Aim of the exercise → Beginning with the opening line, set down each line of the material below exactly, stopping once the line with "def stepped(plateau_G0: float" is done.

Exercise inputs →
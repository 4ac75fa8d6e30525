"""Measured points outside of what was computed are counted, and the shift of gate voltages is that of closed forms."""

from __future__ import annotations

import math
from dataclasses import replace

import numpy as np
import pytest

from tests.gate_sweeps import PlateSweep, swept_problem
from tests.synthetic import core_shell_result
from wiresolve.gate_curve import gate_curve
from wiresolve.gate_result import GateCurve, GateStep
from wiresolve.output.measured import Measured
from wiresolve.output.measured_outside import (
    first_passes,
    lineup_shift_V,
    missed_by_curves,
    missed_by_sweep,
    outside,
)


def fermi_step(low_V: float, high_V: float, middle_V: float, height_G0: float = 1.0, count: int = 401) -> Measured:
    """A thermally rounded step, 10 mV wide in its exponent: half of its height is passed at its middle, exactly."""
    volts = np.linspace(low_V, high_V, count)
    return Measured("gate_voltage_V", volts, height_G0 / (1 + np.exp(-(volts - middle_V) / 0.01)), "made")


def stepped(plateau_G0: float = 1.0) -> GateCurve:
    """A sweep from 0 V to 0.3 V whose first step opens at 0.02 V."""
    step = GateStep(1, "zone centre", 0.02, 1e-3, plateau_G0, plateau_G0, 0.03)
    return replace(gate_curve(swept_problem(), solver=PlateSweep), steps=(step,))


def test_a_line_passes_where_it_does() -> None:
    points = Measured("gate_voltage_V", [3.0, 1.0, 2.0, 2.0], [3.0, 1.0, 1.5, 2.5], "made")  # not in order; y = x
    assert first_passes(points, 1.75) == pytest.approx(1.75, rel=1e-15)
    assert math.isnan(first_passes(points, 0.5))
    assert math.isnan(first_passes(points, 3.5))


def test_the_first_rise_counts() -> None:
    points = Measured("gate_voltage_V", np.arange(5.0), [0.0, 1.0, 0.0, 1.0, 2.0], "made")
    assert first_passes(points, 0.5) == 0.5


@pytest.mark.parametrize("height_G0", [1.0, 0.79, 2.0])
def test_the_shift_is_that_of_the_middles(height_G0: float) -> None:
    points = fermi_step(-2.0, 0.0, -1.6, height_G0)
    assert lineup_shift_V(points, 0.02, height_G0, height_G0) == pytest.approx(-1.62, abs=1e-12)
    # A step on top of an open level.
    raised = replace(points, conductance_G0=points.conductance_G0 + 1)
    assert lineup_shift_V(raised, 0.02, 1 + height_G0, height_G0) == pytest.approx(-1.62, abs=1e-12)


def test_points_outside_are_counted_and_the_way_is_said() -> None:
    points = fermi_step(-2.0, 0.0, -1.6)
    assert outside(points, 0.0, 0.3) == 400
    said = missed_by_sweep(stepped(), points)
    assert said.startswith("400 of 401 measured points lie outside of the sweep, 0 V to 0.3 V")
    assert 'lineup_voltage = "-1.62 V" for gate wrap' in said
    assert "(-1.62 V)" in said
    assert "0.5 G0, at -1.6 V" in said


def test_a_work_function_moves_likewise() -> None:
    curve = stepped()
    gate = replace(curve.problem.gates[0], lineup_voltage_V=None, work_function_eV=4.6)
    said = missed_by_sweep(replace(curve, problem=replace(curve.problem, gates=(gate,))), fermi_step(-2.0, 0.0, -1.6))
    assert 'work_function = "2.98 eV"' in said


def test_nothing_is_said_without_need() -> None:
    assert missed_by_sweep(stepped(), fermi_step(0.0, 0.3, 0.1)) == ""
    assert "nowhere rises through its middle, 2 G0" in missed_by_sweep(stepped(4.0), fermi_step(-1.0, 1.0, 0.0))
    none = replace(stepped(), steps=())
    assert missed_by_sweep(none, fermi_step(-1.0, 1.0, 0.0)).endswith("no step opens in it that could be compared")


def test_points_outside_of_the_fermi_levels_are_counted() -> None:
    result = core_shell_result(3)
    inside = float(result.energies_eV.min())
    assert missed_by_curves(result, Measured("fermi_level_eV", [inside], [1.0], "made")) == ""
    said = missed_by_curves(result, Measured("fermi_level_eV", [inside, 9.0, -9.0], [1.0, 1.0, 0.0], "made"))
    assert said.startswith("2 of 3 measured points lie outside of the Fermi levels shown, ")
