def test_uniform_growth_of_parts() -> None:
    """Outlines moved alone: a core that grows at the cost of its shell, and both together."""
    _, by = solved(CORE_SHELL, 3, 1e-7)
    # A larger core with its shell as thick as before moves both outlines.
    both = by["growth of core"] + by["growth of rim"]
    np.testing.assert_allclose(both, 2 * by["section.diameter"], rtol=1e-6)
    np.testing.assert_allclose(by["growth of rim"], by["section.layers[1].thickness"], rtol=1e-6)
    assert (by["growth of rim"] < 0).all()


def test_what_carriers_do_not_meet_moves_nothing() -> None:
    """An insulator around the core: its outer outline is no wall of theirs."""
    section = Section(Circle(12.0), "well", layers=(Layer(3.0, "barrier", carriers="excluded"),))
    _, by = solved(section, 3)
    np.testing.assert_array_equal(by["section.layers[1].thickness"], 0.0)
    np.testing.assert_allclose(by["growth of core"], 2 * by["section.diameter"], rtol=1e-9)
    assert not any(name.endswith(("offset", "conduction_edge")) for name in by)


def test_a_dimension_at_its_limit() -> None:
    """A stadium's ends are half circles: its radius can only be made smaller, its height only larger."""
    _, by = solved(Section(Rectangle(20.0, 8.0, 4.0), "well"), 3)
    _, near = solved(Section(Rectangle(20.0, 8.0, 3.98), "well"), 3)
    for name in ("section.corner_radius", "section.height", "section.width"):
        np.testing.assert_allclose(by[name], near[name], atol=2e-2 * np.abs(by[name]).max())


def group(masses: tuple[float, float], axis: Array) -> tuple[ValleyGroup, Array]:
    along, across = masses
    tensor = np.eye(3) / across + np.outer(axis, axis) * (1 / along - 1 / across)
    return ValleyGroup("Delta", "Delta", 2, {"well": tensor}, {"well": 0.0}, {"well": 0.0}), tensor


def test_masses_of_an_oblique_valley() -> None:
    """T = hbar^2/2 k W k is linear in W: along and across add up to dE/d(log m) = -E, and differences agree."""
    axis = np.array([1.0, 2.0, 1.5]) / np.sqrt(7.25)
    shape: Shape = Ellipse(12.0, 8.0)
    valley = Valley("Delta", longitudinal_mass=0.916, transverse_mass=0.19, axis=(0, 0, 1))
    own = Material("well", valleys=(valley,), conduction_edge_eV=0.0)
    with Mesher(Section(shape, "well").pieces()) as mesher:
        coarse, _ = mesher.mesh(SizeField(2.0))
    edges = outline_edges(coarse)
    space = Space(coarse)

    def lowest(masses: tuple[float, float]) -> tuple[float, Array, Operator]:
        operator = Operator((coefficients(group(masses, axis)[1], 0.0),))
        pencil = build(space, operator)
        value, state = dense.eigh(pencil.h0.toarray(), pencil.mass.toarray(), subset_by_index=[0, 0])
        return float(value[0]), pencil.spread(state), operator

    energy, state, operator = lowest((0.916, 0.19))
    medium = Medium(np.array([c.quadratic[:2, :2, 0, 0].real for c in operator.by_region]), np.zeros(1))
    response = respond(space, edges, medium, state, Pairs(np.zeros(1, int), np.zeros(1, int), np.array([energy])))
    found = {
        of: float(row[0] / response.norm[0])
        for of, _, row in sensitivity.by_masses(
            response, coarse.regions, {"well": own}, group((0.916, 0.19), axis)[0]
        )
    }  # fmt: skip
    assert list(found) == ["materials.well.Delta.longitudinal_mass", "materials.well.Delta.transverse_mass"]
    one, two = found.values()
    assert 0.916 * one + 0.19 * two == pytest.approx(-energy, rel=1e-10)
    h = 1e-4
    assert one == pytest.approx((lowest((0.916 + h, 0.19))[0] - lowest((0.916 - h, 0.19))[0]) / (2 * h), rel=1e-6)
    assert two == pytest.approx((lowest((0.916, 0.19 + h))[0] - lowest((0.916, 0.19 - h))[0]) / (2 * h), rel=1e-5)


TENSOR = np.array([[12.0, 3.0, 2.0], [3.0, 9.0, -1.0], [2.0, -1.0, 7.0]])


def discrete(mesh: Mesh, operator: Operator, k_per_nm: float, count: int = 3) -> tuple[Array, NDArray[Any]]:
    """Energies of a mesh with masses at these energies, each found where the n-th eigenvalue of T(E) meets E."""
    space = Space(mesh)
    energies, states = [], []
    for n in range(count):

        def meets(energy: float, n: int = n) -> tuple[float, NDArray[Any]]:
            pencil = build(space, operator.at(energy))
            value, vector = dense.eigh(pencil.at(k_per_nm).toarray(), pencil.mass.toarray(), subset_by_index=[n, n])
            return float(value[0]), pencil.spread(vector)[:, 0]

        energy = float(optimize.newton(lambda e, meets=meets: meets(e)[0] - e, 0.3, tol=1e-14))
        energies.append(energy)
        states.append(meets(energy)[1])
    return np.array(energies), np.column_stack(states)


@pytest.mark.parametrize(
    ("potential", "alpha", "k_per_nm"),
    [(False, (), 0.0), (True, (), 0.0), (False, (2.0, 0.7), 0.0), (True, (2.0, 0.7), 0.0), (False, (), 0.4)],
    ids=["plain", "potential", "nonparabolic", "both", "in motion"],
)
def test_exact_for_the_discrete_energies(potential: bool, alpha: tuple[float, ...], k_per_nm: float) -> None:
    """A coarse curved mesh of two materials stretched and sheared as a whole: no error of the mesh enters."""
    section = Section(Circle(12.0), "well", layers=(Layer(3.0, "barrier"),))
    with Mesher(section.pieces()) as mesher:
        mesh, _ = mesher.mesh(SizeField(6.0, turn_cells=8))
    regions = [coefficients(TENSOR, 0.0), coefficients(1.3 * np.diag([11.0, 11.0, 11.0]), 0.4)]
    energy_at = (lambda x, y: 0.01 * x + 0.002 * (x + y) ** 2) if potential else None
    operator = Operator(tuple(regions), energy_at, nonparabolicity_per_eV=alpha)
    energies, states = discrete(mesh, operator, k_per_nm)
    depth = 2 if k_per_nm == 0 else 3
    medium = Medium(
        np.array([c.quadratic[:depth, :depth, 0, 0].real for c in regions]),
        np.array([0.0, 0.4]),
        np.array(alpha) if alpha else None,
        energy_at,
        k_per_nm,
    )
    edges = outline_edges(mesh)
    numbers = np.arange(3)
    response = respond(Space(mesh), edges, medium, states, Pairs(numbers, numbers, energies))
    stretch, shift = np.array([[0.3, 0.5], [-0.2, 0.7]]), np.array([0.4, -0.9])
    velocity = mesh.points @ stretch.T + shift
    found = (response.moved(edges, velocity[edges.used][None])[0] / response.norm).real
    h = 1e-5
    ahead, back = (discrete(replace(mesh, points=mesh.points + s * velocity), operator, k_per_nm)[0] for s in (h, -h))
    np.testing.assert_allclose(found, (ahead - back) / (2 * h), rtol=1e-6)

Task result →
repository 4ac75fa8d6e30525
"""Measured points outside of what was computed are counted, and the shift of gate voltages is that of closed forms."""

from __future__ import annotations

import math
from dataclasses import replace

import numpy as np
import pytest

from tests.gate_sweeps import PlateSweep, swept_problem
from tests.synthetic import core_shell_result
from wiresolve.gate_curve import gate_curve
from wiresolve.gate_result import GateCurve, GateStep
from wiresolve.output.measured import Measured
from wiresolve.output.measured_outside import (
    first_passes,
    lineup_shift_V,
    missed_by_curves,
    missed_by_sweep,
    outside,
)


def fermi_step(low_V: float, high_V: float, middle_V: float, height_G0: float = 1.0, count: int = 401) -> Measured:
    """A thermally rounded step, 10 mV wide in its exponent: half of its height is passed at its middle, exactly."""
    volts = np.linspace(low_V, high_V, count)
    return Measured("gate_voltage_V", volts, height_G0 / (1 + np.exp(-(volts - middle_V) / 0.01)), "made")


def stepped(plateau_G0: float = 1.0) -> GateCurve:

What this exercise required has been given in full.